Davis, Graham (Premier Oil) | Newbould, Rob (Premier Oil) | Lopez, Aldo (Premier Oil) | Hadibeik, Hamid (Halliburton) | Guevara, Zunerge (Halliburton) | Engelman, Bob (Halliburton) | Balliet, Ron (Halliburton) | Ramakrishna, Sandeep (Halliburton) | Imrie, Andrew (Halliburton)
The oil and gas potential of the basins surrounding the Falkland Islands has attracted exploration drilling that resulted in discovering the Sea Lion Field in the North Falkland Basin in May 2010. Recent exploration drilling has resulted in new oil discoveries to the south of the Sea Lion Complex that has not only confirmed the area as a significant hydrocarbon province but has also enhanced the likelihood of future commercial development of resources. Primary oil targets are stacked and amalgamated deepwater lacustrine turbidite fans comprising multiple lobes. In exploration and appraisal wells, porosity characterization, permeability assessment, pressure measurements, and hydrocarbon fluid identification are essential input data for robust reservoir characterizations and resource estimations.

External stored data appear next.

"""Cautions: where a solved stage could hurt someone or foul the plant.

Each rule looks at one simulated trial and yields cautions; to add one, write a rule and put it in
`RULES`. They are screening flags from an equilibrium estimate, nothing more.
"""

from __future__ import annotations

from collections.abc import Callable, Iterator
from dataclasses import dataclass

import numpy as np

from dosewright.chemistry.activity import LN10
from dosewright.plant import Run, StageRun

DISCLAIMER = (
    "Screening flags from an equilibrium estimate, not a safety assessment. Confirm against safety "
    "data sheets, a hazard study, site permits and local codes; decisions belong to appropriately "
    "licensed practitioners."
)

MOLAR_VOLUME_L = 24.47  # of a gas at 25 C and 1 atm


@dataclass(frozen=True)
class Caution:
    """One caution: ``level`` is note, warn or stop."""

    level: str
    hazard: str
    where: str
    text: str
    value: float
    unit: str


def _level(value: float, note: float, warn: float, stop: float) -> str | None:
    if value >= stop:
        return "stop"
    if value >= warn:
        return "warn"
    return "note" if value >= note else None


def headspace_ppm(stage: StageRun, gas: str, row: int = 0) -> float:
    """Gas over the liquor at equilibrium, ppm by volume at 1 atm."""
    states = stage.states
    system = states.system
    if gas not in system.phases:
        return 0.0
    value = states.ln_saturation()[row, system.phases.index(gas)]
    return float(1e6 * np.exp(value)) if np.isfinite(value) else 0.0


def _sulfide_reagents(run: Run) -> list[int]:
    reagents = run.model.flowsheet.reagents.values()
    return [i for i, r in enumerate(reagents) if r.components.get("HS-", 0.0) > 0.0]


def hydrogen_sulfide(run: Run) -> Iterator[Caution]:
    """H2S: ceiling 10 ppm, immediately dangerous 100 ppm (NIOSH pocket guide; memory)."""
    sulfide = _sulfide_reagents(run)
    for k, stage in enumerate(run.stages, start=1):
        ppm = headspace_ppm(stage, "H2S(g)")
        level = _level(ppm, 1.0, 10.0, 100.0)
        where = f"stage {k}"
        if level:
            yield Caution(
                level, "H2S", where,
                "hydrogen sulfide over the liquor: closed tank, scrubber, gas alarm; it dulls the "
                "sense of smell before it kills", ppm, "ppm",
            )  # fmt: skip
        dosed = any(stage.dose_kg_per_h[0, i] > 0.0 for i in sulfide)
        pH = float(stage.states.pH[0])
        if dosed and pH < 8.0:
            yield Caution(
                "warn", "H2S", where,
                "sulfide reagent in a tank below pH 8: an overdose or an acid surge sets hydrogen "
                "sulfide free", pH, "pH",
            )  # fmt: skip
    held = False
    h = run.model.system.components.index("H+")
    reagents = list(run.model.flowsheet.reagents.values())
    for k, stage in enumerate(run.stages, start=1):
        held = held or any(stage.dose_kg_per_h[0, i] > 0.0 for i in sulfide)
        acid = [
            r.name
            for i, r in enumerate(reagents)
            if run.model.reagent_components[i, h] > 0.0
            and stage.dose_kg_per_h[0, i] > 0.0
            and i not in sulfide
        ]
        if held and acid:
            yield Caution(
                "stop", "H2S", f"stage {k}",
                f"{acid[0]} meets liquor or solids that hold sulfide",
                float(stage.states.pH[0]), "pH",
            )  # fmt: skip


def ammonia(run: Run) -> Iterator[Caution]:
    """NH3: exposure limit 25 ppm, immediately dangerous 300 ppm (NIOSH pocket guide; memory)."""
    for k, stage in enumerate(run.stages, start=1):
        ppm = headspace_ppm(stage, "NH3(g)")
        level = _level(ppm, 10.0, 25.0, 300.0)
        if level:
            yield Caution(
                level, "NH3", f"stage {k}",
                "ammonia over the liquor: covered tank and extraction", ppm, "ppm",
            )  # fmt: skip


def carbon_dioxide(run: Run) -> Iterator[Caution]:
    """CO2 given off: foam and, in closed rooms, suffocation (common practice, no source)."""
    gases = run.model.system.gases
    if "CO2(g)" not in gases:
        return
    flow = run.model.flowsheet.feed.flow_m3_per_h
    for k, stage in enumerate(run.stages, start=1):
        volume = float(stage.vented_mol_per_h[0, gases.index("CO2(g)")])
        volume *= MOLAR_VOLUME_L / 1000.0 / flow
        if volume > 0.3:
            yield Caution(
                "warn", "CO2", f"stage {k}",
                "carbon dioxide given off per volume of liquor: foam, freeboard, ventilation of "
                "enclosed spaces", volume, "m3/m3",
            )  # fmt: skip


def heat(run: Run) -> Iterator[Caution]:
    """Temperature rise of neutralisation and slaking, an upper estimate."""
    for k, stage in enumerate(run.stages, start=1):
        rise = float(stage.heat_K[0])
        level = _level(rise, 10.0, 25.0, np.inf)
        if level:
            yield Caution(
                level, "heat", f"stage {k}", "temperature rise if no heat is lost", rise, "K"
            )


def scale(run: Run) -> Iterator[Caution]:
    """Gypsum or calcite at or above saturation in an overflow (common practice, no source)."""
    system = run.model.system
    for k, stage in enumerate(run.stages, start=1):
        values = stage.states.ln_saturation()[0] / LN10
        for name in ("gypsum", "calcite"):
            if name not in system.phases:
                continue
            i = system.phases.index(name)
            present = stage.states.phase_mol_per_kg[0, i] > 0.0
            if values[i] > 0.15:
                yield Caution(
                    "warn", "scale", f"stage {k}",
                    f"overflow supersaturated with {name}: seed, recycle solids or soften",
                    float(values[i]), "log10(Q/K)",
                )  # fmt: skip
            elif present or values[i] > -0.005:
                yield Caution(
                    "note", "scale", f"stage {k}",
                    f"overflow saturated with {name}: pipes and pumps will scale",
                    float(values[i]), "log10(Q/K)",
                )  # fmt: skip


def peroxide(run: Run) -> Iterator[Caution]:
    """Hydrogen peroxide decomposes on dissolved and solid Fe, Cu, Mn (safety data sheets; memory)."""
    oxidants = list(run.model.flowsheet.oxidants.values())
    for k, stage in enumerate(run.stages, start=1):
        for o, agent in enumerate(oxidants):
            kg = float(stage.oxidant_kg_per_h[0, o])
            if agent.formula == "H2O2" and kg > 0.0:
                yield Caution(
                    "warn", "H2O2", f"stage {k}",
                    "peroxide with iron, copper or manganese gives off oxygen and heat: vent the "
                    "tank, never trap it between closed valves", kg, "kg/h",
                )  # fmt: skip


def strong_solutions(run: Run) -> Iterator[Caution]:
    """Concentrated acid and caustic."""
    for k, stage in enumerate(run.stages, start=1):
        for i, reagent in enumerate(run.model.flowsheet.reagents.values()):
            strong = reagent.formula in {"NaOH", "KOH", "H2SO4", "HCl", "HNO3"}
            kg = float(stage.dose_kg_per_h[0, i])
            if strong and reagent.strength >= 0.2 and kg > 0.0:
                yield Caution(
                    "note", "corrosive", f"stage {k}",
                    f"{reagent.name} burns skin and eyes and heats up on dilution", kg, "kg/h",
                )  # fmt: skip


RULES: tuple[Callable[[Run], Iterator[Caution]], ...] = (
    hydrogen_sulfide,
    ammonia,
    carbon_dioxide,
    heat,
    scale,
    peroxide,
    strong_solutions,
)


def cautions_of(run: Run) -> list[Caution]:
    """All cautions of a one-trial run, gravest first."""
    order = {"stop": 0, "warn": 1, "note": 2}
    found = [caution for rule in RULES for caution in rule(run)]
    return sorted(found, key=lambda c: order[c.level])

A comprehensive suite of advanced logging measurements, in addition to conventional log measurements, have been used to facilitate data analysis and calibration to laboratory core measurements. The pressure gradients and fluid samples obtained from formation testing when combined with the wireline log measurements are fundamental when determining the thickness, quality, and connectivity of hydrocarbon zones, which, in turn, impact the commercial evaluation of the well. In these remote offshore basins where rig costs are high and the ability to focus data acquisition in specific zones of interest and minimize logging time whilst identifying and reacting early in real time to data points that lie off the expected trends can add significant value to the operating company.
Formation evaluation challenges include hydrocarbon identification and resolving fluid contact uncertainties. In addition, establishing whether there are any baffles or barriers in the system or significantly varying reservoir properties as a consequence of facies changes has the potential to complicate the evaluation in respect to permeability characterization and volume estimation.
A method of facies classification using a combination of resistivity-based borehole imaging data and nuclear magnetic resonance (NMR) data is outlined in this paper. This method, when combined with conventional log data, has exhibited encouraging results in terms of identifying lithofacies and determining a rock quality index (RQI). The mud logs and gamma ray logs were interpreted with the borehole image logs in these turbidite reservoirs, which resulted in identifying four distinct depositional lithofacies. These lithofacies were integrated with the free fluid index (FFI) to bulk volume irreducible (BVI) ratio determined from the NMR data. The FFI to BVI ratio was used as an index for RQI classification, which was then subsequently used to optimize formation pressure testing and sampling points.
The contribution and importance of lithofacies identification is typically ignored when optimizing formation pressure depths and interpreting the results. The methodology presented in this paper uses an integrated workflow jointly developed by the operator and service company that allows detailed reservoir evaluation in the zones of interest and real-time adjustments to optimize the data acquisition programme that potentially enables rig-time savings and, consequently, reduces overall formation evaluation costs.